Segment Start: RECORDS FOR THIS TASK

import { locationConfidences, type LocationConfidence } from '../items/confidence'
import type { Item, ItemOf, LineItem } from '../items/item'
import type { UnitProperties } from '../items/legend'
import {
  axialTracePropertiesSchema,
  contactPropertiesSchema,
  faultPropertiesSchema,
  otherLinePropertiesSchema,
} from '../items/lines'
import { attitudePropertiesSchema, stationPropertiesSchema } from '../items/points'
import type { Millimetres } from '../units'
import { attitudeCases, type AttitudeCase, type LineSymbol } from './definition'
import { attitudes } from './definitions/attitudes'
import { stationMarks } from './definitions/points'
import type { DisplayList, Mark } from './display-list'
import { attitudeCaseOf, drawAttitude } from './draw-attitude'
import { unitInk } from './draw-face'
import { lineSymbolOf, lineSymbols, variantOf } from './draw-item'
import { drawLine } from './draw-line'
import { polyline } from './paths'
import { boundsOf, placeMarks } from './place-marks'
import { measureText } from './text-metrics'

/** Kinds of item that the legend explains by a drawn sample; units have swatches instead. */
export type LegendKind = LineItem['kind'] | 'attitude' | 'station'

interface EntryOf<K extends LegendKind> {
  /** Stable name, for example `fault.normal.certain`. */
  id: string
  kind: K
  group: 'lines' | 'points'
  title: string
  /** What an item drawn with this entry starts with. Of an attitude, strike and dip are those of the sample. */
  properties: ItemOf<K>['properties']
}

/** A row of the legend, and a pen of the palette: one for each symbol that looks different. */
export type LegendEntry = { [K in LegendKind]: EntryOf<K> }[LegendKind]

/** An item that has a legend entry. */
type ExplainedItem = ItemOf<LegendKind>

const lineId = (symbol: LineSymbol, confidence: LocationConfidence): string =>
  [symbol.kind, symbol.variant, confidence].filter((part) => part !== '').join('.')

function lineEntry(symbol: LineSymbol, locationConfidence: LocationConfidence): LegendEntry {
  const basis = {
    id: lineId(symbol, locationConfidence),
    group: 'lines' as const,
    title: `${symbol.title}, ${locationConfidence}`,
  }
  const { kind, variant } = symbol
  switch (kind) {
    case 'contact':
      return { ...basis, kind, properties: contactPropertiesSchema.parse({ locationConfidence }) }
    case 'fault':
      return {
        ...basis,
        kind,
        properties: faultPropertiesSchema.parse({ locationConfidence, type: variant }),
      }
    case 'axial-trace':
      return {
        ...basis,
        kind,
        properties: axialTracePropertiesSchema.parse({ locationConfidence, form: variant }),
      }
    case 'other-line':
      return {
        ...basis,
        kind,
        properties: otherLinePropertiesSchema.parse({ locationConfidence, type: variant }),
      }
  }
}

/** Planes shown as samples: striking north-east, so that the mark and its figure stand lower right. */
const samplePlanes: Record<AttitudeCase, { strike: number | null; dip: number; overturned: boolean }> = {
  inclined: { strike: 60, dip: 35, overturned: false },
  horizontal: { strike: null, dip: 0, overturned: false },
  vertical: { strike: 60, dip: 90, overturned: false },
  overturned: { strike: 60, dip: 75, overturned: true },
}

const attitudeId = (type: string, attitudeCase: AttitudeCase): string => `attitude.${type}.${attitudeCase}`

const attitudeEntries: LegendEntry[] = attitudes.flatMap(({ type, title, cases }) =>
  attitudeCases
    .filter((attitudeCase) => cases[attitudeCase] !== undefined)
    .map((attitudeCase): LegendEntry => ({
      id: attitudeId(type, attitudeCase),
      kind: 'attitude',
      group: 'points',
      title: `${title}, ${attitudeCase}`,
      properties: attitudePropertiesSchema.parse({ type, ...samplePlanes[attitudeCase] }),
    })),
)

const stationEntry: LegendEntry = {
  id: 'station',
  kind: 'station',
  group: 'points',
  title: 'Station',
  properties: stationPropertiesSchema.parse({}),
}

/** Every entry, in the order of the palette: lines by kind and confidence, then points. */
export const legendEntries: readonly LegendEntry[] = [
  ...lineSymbols.flatMap((symbol) => locationConfidences.map((confidence) => lineEntry(symbol, confidence))),
  ...attitudeEntries,
  stationEntry,
]

const entriesById: ReadonlyMap<string, LegendEntry> = new Map(legendEntries.map((entry) => [entry.id, entry]))

/** The entry that explains an item; undefined for unit labels, units and the sheet face, which the legend shows as swatches
 *  or not at all. Questioned identity has no entry of its own: the query in the line is the same for all. */
export function legendEntryOf(item: ExplainedItem): LegendEntry
export function legendEntryOf(item: Item): LegendEntry | undefined
export function legendEntryOf(item: Item): LegendEntry | undefined {
  switch (item.kind) {
    case 'contact':
    case 'fault':
    case 'axial-trace':
    case 'other-line':
      return entriesById.get(lineId(lineSymbolOf(item), item.properties.locationConfidence))
    case 'attitude':
      return entriesById.get(attitudeId(item.properties.type, attitudeCaseOf(item.properties)))
    case 'station':
      return stationEntry
    default:
      return undefined
  }
}

interface Size {
  width: Millimetres
  height: Millimetres
}

/** The sample of an entry at its true size, in a box with its origin at the lower left: a line across its middle, a point at
 *  its centre. What is higher or wider than the box is not cut. */
export function drawEntry(entry: LegendEntry, size: Size): DisplayList {
  if (entry.kind === 'attitude') return centred(drawAttitude(entry.properties, [0, 0], 0), size)
  if (entry.kind === 'station') return centred(stationMarks, size)
  const middle = size.height / 2
  return drawLine(
    lineSymbolOf(entry),
    [
      [0, middle],
      [size.width, middle],
    ],
    {
      locationConfidence: entry.properties.locationConfidence,
      identity: entry.properties.identity,
      attributes: { side: 1 },
      ...(showsPlunge(entry) ? { plunge: { degrees: 20, end: 'end', figure: false } } : {}),
    },
  )
}

/** The arrowhead of a plunge is explained by the trace that is located best. */
const showsPlunge = (entry: LegendEntry): boolean =>
  entry.kind === 'axial-trace' &&
  entry.properties.locationConfidence === 'certain' &&
  !variantOf(entry).startsWith('monocline')

function centred(marks: readonly Mark[], size: Size): Mark[] {
  const box = boundsOf(marks)
  if (!box) return []
  const dx = size.width / 2 - (box.x + box.width / 2)
  const dy = size.height / 2 - (box.y + box.height / 2)
  return placeMarks(marks, ([x, y]) => [x + dx, y + dy])
}

/** Letters of a swatch, and the room they leave at its sides. */
const swatchType = { size: 2.9, weight: 700, edge: 0.6 } as const

/** The swatch of a unit: its colour in a hairline frame, with its letters, made smaller where they would not fit. */
export function drawUnitSwatch(
  unit: Pick<UnitProperties, 'label' | 'colour'>,
  { width, height }: Size,
): DisplayList {
  const corners = polyline(
    [
      [0, 0],
      [width, 0],
      [width, height],
      [0, height],
    ],
    true,
  )
  const natural = measureText(unit.label, swatchType.size, swatchType.weight)
  const fit = Math.min(
    1,
    (width - 2 * swatchType.edge) / Math.max(natural, 0.1),
    (height * 0.8) / swatchType.size,
  )
  return [
    { mark: 'fill', path: corners, ink: unitInk(unit) },
    { mark: 'stroke', path: corners, width: 0.2, ink: 'black' },
    {
      mark: 'text',
      text: unit.label,
      at: [width / 2, height / 2],
      size: swatchType.size * fit,
      weight: swatchType.weight,
      ink: 'black',
      align: 'middle',
    },
  ]
}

Segment End: RECORDS FOR THIS TASK

▸ TASK STATEMENT
Find every line in the records above that holds the word "identity", and copy each one.

▸ SOLUTION TO THE EXERCISE
 *  or not at all. Questioned identity has no entry of its own: the query in the line is the same for all. */
      identity: entry.properties.identity,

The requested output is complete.